Holidays are here: Reaffirm and reconnect

Min Atek

What you need to know:

Recently I was having a conversation with one of the children about his school grades for the term. He said he was having challenges with his history teacher, who was quite harsh and even cracked mean jokes about him in class

A  little bored and tired at the same time, little Kizito fell asleep in his seat. The teacher walked up to him and in a loud voice said these words, “you little sleepy head with big eyes, what is two plus one?”

Kizito blunted out, “three!” The next thing he heard was a hot slap on his head by the teacher. The pain hit hard and rang through his small ears.

Kizito still remembers that slap to this day and says he has never forgotten his then Maths teacher, who for a big chunk of his life, made him loathe mathematics.

It took finding another teacher, who understood children and how they learn, to get him to appreciate the subject.

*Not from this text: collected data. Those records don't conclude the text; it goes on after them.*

package fading

import (
	"errors"
	"math"
	"strings"
	"testing"
)

// TestHataValues checks the models against published values to 0.01 dB.
func TestHataValues(t *testing.T) {
	cases := []struct {
		name string
		m    PathLoss
		d, L float64
	}{
		// Hata, IEEE Trans. Veh. Technol. 29(3), 1980 (formula from memory)
		{"urban 1 km", Hata{CarrierHz: 900e6, BaseHeightM: 30, MobileHeightM: 1.5}, 1000, 126.40},
		{"urban 10 km", Hata{CarrierHz: 900e6, BaseHeightM: 30, MobileHeightM: 1.5}, 10000, 161.63},
		{"suburban 1 km", Hata{CarrierHz: 900e6, BaseHeightM: 30, MobileHeightM: 1.5, Environment: HataSuburban}, 1000, 116.46},
		// COST 231 final report (memory)
		{"COST-231 1800 MHz 1 km", COST231Hata{CarrierHz: 1800e6, BaseHeightM: 30, MobileHeightM: 1.5}, 1000, 136.20},
	}
	for _, c := range cases {
		got, err := c.m.LossDB(c.d)
		if err != nil {
			t.Fatalf("%s: %v", c.name, err)
		}
		if math.Abs(got-c.L) > 0.01 {
			t.Errorf("%s: %.3f dB, want %.2f dB", c.name, got, c.L)
		}
	}
	// Relations of the corrections (Hata 1980, formula from memory): open is
	// below suburban is below urban; metropolitan COST-231 adds 3 dB; the
	// large-city correction at h_m = 1.5 m differs from the medium-city one
	// by less than 0.1 dB at 900 MHz.
	u, _ := Hata{CarrierHz: 900e6, BaseHeightM: 30, MobileHeightM: 1.5}.LossDB(5000)
	s, _ := Hata{CarrierHz: 900e6, BaseHeightM: 30, MobileHeightM: 1.5, Environment: HataSuburban}.LossDB(5000)
	o, _ := Hata{CarrierHz: 900e6, BaseHeightM: 30, MobileHeightM: 1.5, Environment: HataOpen}.LossDB(5000)
	lg, _ := Hata{CarrierHz: 900e6, BaseHeightM: 30, MobileHeightM: 1.5, Environment: HataUrbanLarge}.LossDB(5000)
	if !(o < s && s < u) || math.Abs(lg-u) > 0.1 {
		t.Errorf("environment ordering: urban %.2f large %.2f suburban %.2f open %.2f", u, lg, s, o)
	}
	c0, _ := COST231Hata{CarrierHz: 1800e6, BaseHeightM: 30, MobileHeightM: 1.5}.LossDB(3000)
	c3, _ := COST231Hata{CarrierHz: 1800e6, BaseHeightM: 30, MobileHeightM: 1.5, Metropolitan: true}.LossDB(3000)
	if math.Abs(c3-c0-3) > 1e-9 {
		t.Errorf("metropolitan correction %.3f dB, want 3", c3-c0)
	}
}

// TestFreeSpaceAndLogDistance: Friis free-space loss, 91.53 dB at 1 km and
// 900 MHz and +6.02 dB per doubling of distance (textbook (memory));
// log-distance L0 + 10 n log10(d/d0).
func TestFreeSpaceAndLogDistance(t *testing.T) {
	fs := FreeSpace{CarrierHz: 900e6}
	a, _ := fs.LossDB(1000)
	b, _ := fs.LossDB(2000)
	if math.Abs(a-91.53) > 0.01 || math.Abs(b-a-20*math.Log10(2)) > 1e-9 {
		t.Errorf("free space: %.3f dB at 1 km, %+.3f dB per doubling", a, b-a)
	}
	ld := LogDistance{RefDistanceM: 100, RefLossDB: 80, Exponent: 3.5}
	if v, _ := ld.LossDB(1000); math.Abs(v-115) > 1e-9 {
		t.Errorf("log-distance at 10 d0: %.3f, want 115", v)
	}
}

// TestPathLossValidity: inputs outside a model's range are rejected with a
// *ParamError naming the parameter and stating the range.
func TestPathLossValidity(t *testing.T) {
	nan := math.NaN()
	good := Hata{CarrierHz: 900e6, BaseHeightM: 30, MobileHeightM: 1.5}
	cases := []struct {
		name  string
		m     PathLoss
		d     float64
		param string
	}{
		{"Hata f low", Hata{CarrierHz: 100e6, BaseHeightM: 30, MobileHeightM: 1.5}, 1000, "CarrierHz"},
		{"Hata f high", Hata{CarrierHz: 1800e6, BaseHeightM: 30, MobileHeightM: 1.5}, 1000, "CarrierHz"},
		{"Hata hb low", Hata{CarrierHz: 900e6, BaseHeightM: 20, MobileHeightM: 1.5}, 1000, "BaseHeightM"},
		{"Hata hb high", Hata{CarrierHz: 900e6, BaseHeightM: 250, MobileHeightM: 1.5}, 1000, "BaseHeightM"},
		{"Hata hm low", Hata{CarrierHz: 900e6, BaseHeightM: 30, MobileHeightM: 0.5}, 1000, "MobileHeightM"},
		{"Hata hm high", Hata{CarrierHz: 900e6, BaseHeightM: 30, MobileHeightM: 12}, 1000, "MobileHeightM"},
		{"Hata d short", good, 500, "DistanceM"},
		{"Hata d long", good, 25000, "DistanceM"},
		{"Hata d NaN", good, nan, "DistanceM"},
		{"Hata env", Hata{CarrierHz: 900e6, BaseHeightM: 30, MobileHeightM: 1.5, Environment: 9}, 1000, "Environment"},
		{"COST f low", COST231Hata{CarrierHz: 900e6, BaseHeightM: 30, MobileHeightM: 1.5}, 1000, "CarrierHz"},
		{"COST f high", COST231Hata{CarrierHz: 2100e6, BaseHeightM: 30, MobileHeightM: 1.5}, 1000, "CarrierHz"},
		{"COST d", COST231Hata{CarrierHz: 1800e6, BaseHeightM: 30, MobileHeightM: 1.5}, 30000, "DistanceM"},
		{"free space f", FreeSpace{CarrierHz: 0}, 1000, "CarrierHz"},
		{"free space d", FreeSpace{CarrierHz: 900e6}, -1, "DistanceM"},
		{"log-distance n", LogDistance{RefDistanceM: 1, RefLossDB: 40, Exponent: 0}, 10, "Exponent"},
		{"log-distance d0", LogDistance{RefDistanceM: nan, RefLossDB: 40, Exponent: 3}, 10, "RefDistanceM"},
		{"log-distance d < d0", LogDistance{RefDistanceM: 10, RefLossDB: 40, Exponent: 3}, 5, "DistanceM"},
	}
	for _, c := range cases {
		_, err := c.m.LossDB(c.d)
		var pe *ParamError
		if !errors.As(err, &pe) || pe.Param != c.param {
			t.Errorf("%s: err = %v, want a *ParamError for %s", c.name, err, c.param)
			continue
		}
		if strings.HasPrefix(c.name, "Hata") && c.param != "Environment" && !strings.Contains(pe.Rule, "[") {
			t.Errorf("%s: rule %q does not state the range", c.name, pe.Rule)
		}
	}
}
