package main

import (
	"context"
	"io"
	"os"
	"strings"

	"google.golang.org/protobuf/proto"

	"github.com/fadeloop/fadeloop/client"
	"github.com/fadeloop/fadeloop/client/render"
	pb "github.com/fadeloop/fadeloop/proto/fadeloop/v1"
)

// This file holds the steps that several commands share.

// emit writes a command's result in the chosen --format (json: msg in
// protojson; csv: writeCSV; table: writeTable) and commits the output.
func (e *env) emit(out *output, msg proto.Message, writeCSV func(io.Writer) error, writeTable func(io.Writer)) error {
	w := out.Writer()
	switch e.g.format {
	case "json":
		b, err := render.MarshalJSON(msg)
		if err != nil {
			return err
		}
		w.Write(b)
	case "csv":
		if err := writeCSV(w); err != nil {
			return err
		}
	default:
		writeTable(w)
	}
	return out.commit()
}

// loadRequest reads the request file at path (protojson, JSON or YAML),
// if given, into req; then, when a scenario file is named in args or the
// request has no base scenario, that file (or the built-in default) into
// *base; finally it applies the run-setting flags to *base. sf and rf are
// for mapping the server's violations back to file lines.
func loadRequest(path string, req proto.Message, base **pb.Scenario, args []string, ov *scenarioOverrides) (sf *client.ScenarioFile, rf *client.SourceFile, err error) {
	if path != "" {
		data, err := os.ReadFile(path)
		if err != nil {
			return nil, nil, badInput{err}
		}
		if rf, err = client.ParseMessage(path, data, req); err != nil {
			return nil, nil, err
		}
	}
	if len(args) > 0 || *base == nil {
		if sf, err = loadScenario(args); err != nil {
			return nil, nil, err
		}
		*base = proto.Clone(sf.Scenario).(*pb.Scenario)
	}
	if err := ov.apply(*base); err != nil {
		return nil, nil, err
	}
	return sf, rf, nil
}

// searchError maps a Tune or Capacity call's field violations to the files
// they came from (see searchLocate); other errors pass unchanged.
func searchError(sf *client.ScenarioFile, rf *client.SourceFile, err error) error {
	if inv, ok := client.AsInvalidInput(err); ok {
		return searchLocate(sf, rf, inv)
	}
	return err
}

// noArgs rejects positional arguments of a command that takes none.
func noArgs(args []string) error {
	if len(args) > 0 {
		return badInputf("unexpected arguments: %s", strings.Join(args, " "))
	}
	return nil
}

// infoSession opens a session (see env.session) and asks the server for
// its versions, limits and profiles.
func (e *env) infoSession(ctx context.Context) (out *output, cl *client.Client, release func(), info *pb.GetServerInfoResponse, err error) {
	out, cl, release, err = e.session()
	if err != nil {
		return nil, nil, nil, nil, err
	}
	if info, err = cl.ServerInfo(ctx); err != nil {
		release()
		return nil, nil, nil, nil, err
	}
	return out, cl, release, info, nil
}
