package main

import (
	"strings"
	"testing"
)

// FuzzAxisFlag: the --axis parser never panics; what it accepts has a path,
// either numbers (finite or not, the server judges them), names, or a range
// with a count of at least 1, never a mix of numbers and names.
func FuzzAxisFlag(f *testing.F) {
	for _, s := range []string{
		"inner_loop.step_db=0.5,1,2", "inner_loop.step_db=0.25:3:6", "inner_loop.step_db=0.25:3:6:log",
		"inner_loop.command=COMMAND_FIXED_STEP,COMMAND_ADAPTIVE", "groups[1].speed_kmh=3,30,120",
		"=1", "x=", "x=1:2", "x=1:2:0", "x=a,1", "x=1e400,NaN", "x=1:2:3:lin", "x=,,",
	} {
		f.Add(s)
	}
	f.Fuzz(func(t *testing.T, s string) {
		var a axisList
		if err := a.Set(s); err != nil {
			if len(a) != 0 {
				t.Fatalf("%q: error %v but an axis was added", s, err)
			}
			return
		}
		if len(a) != 1 {
			t.Fatalf("%q: %d axes", s, len(a))
		}
		ax := a[0]
		if strings.TrimSpace(ax.GetPath()) == "" {
			t.Fatalf("%q: accepted with an empty path", s)
		}
		if len(ax.GetNames()) > 0 && len(ax.GetValues()) > 0 {
			t.Fatalf("%q: mixes names and numbers", s)
		}
		if ax.GetCount() != 0 && ax.GetCount() < 1 {
			t.Fatalf("%q: range count %d", s, ax.GetCount())
		}
		if ax.GetCount() == 0 && len(ax.GetNames()) == 0 && len(ax.GetValues()) == 0 {
			t.Fatalf("%q: accepted with no values", s)
		}
	})
}

// FuzzConditionFlag: the --condition parser never panics and what it
// accepts has a name and at least one override with a path.
func FuzzConditionFlag(f *testing.F) {
	for _, s := range []string{"walk:groups[0].speeds[0].speed_kmh=3", "cars@2:groups[0].speeds[0].speed_kmh=60,groups[0].profile=VEHA",
		":x=1", "a:", "a@x:b=1", "a:b", "a:b=", "a@1e309:b=1"} {
		f.Add(s)
	}
	f.Fuzz(func(t *testing.T, s string) {
		var c conditionList
		if err := c.Set(s); err != nil {
			return
		}
		if len(c) != 1 || strings.TrimSpace(c[0].GetName()) == "" || len(c[0].GetOverrides()) == 0 {
			t.Fatalf("%q: accepted %v", s, c)
		}
		for _, o := range c[0].GetOverrides() {
			if strings.TrimSpace(o.GetPath()) == "" {
				t.Fatalf("%q: override without a path", s)
			}
		}
	})
}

Recently I was having a conversation with one of the children about his school grades for the term. He said he was having challenges with his history teacher, who was quite harsh and even cracked mean jokes about him in class.

Listening to him give his version of the story, reminded me of my own experiences and those of little Kizito.

In this day and age, we need to be cognisant that teachers not only spend most time with our children, but as a default, they impact or influence them the most.

The teacher is with your child for almost all the productive time in the day, in the week, the month and the year overall.

Given that reality, the onus is on every parent to do a couple of things. We need to deliberately and consistently pray for the men and women who teach our children. That God shrouds them with wisdom and understanding on how to teach and nurture our children.

That God strengthens them in the noble calling they have to walk with the children through their most formative years. They need the patience and kindness of a loving parent, balanced and seasoned with the wisdom to be firm and stern when necessary.

We need to admit that raising children is no mean feat. When you think of how they drive you to near insanity on many occasions and yet you birthed them, what about the stranger, turned teacher and friend who has to deal, not only with one, but several children all at the same time?

The holidays are here! We have every opportunity to reaffirm, reconnect, rebuild and re-establish sanity into the lives of our children.

We have the opportunity to water the seeds of life that have been planted in our children through the years.

The holiday is our time to re-invest afresh in them. To hear them out, to understand them and to minister to their unsaid needs! What a time and what a responsibility.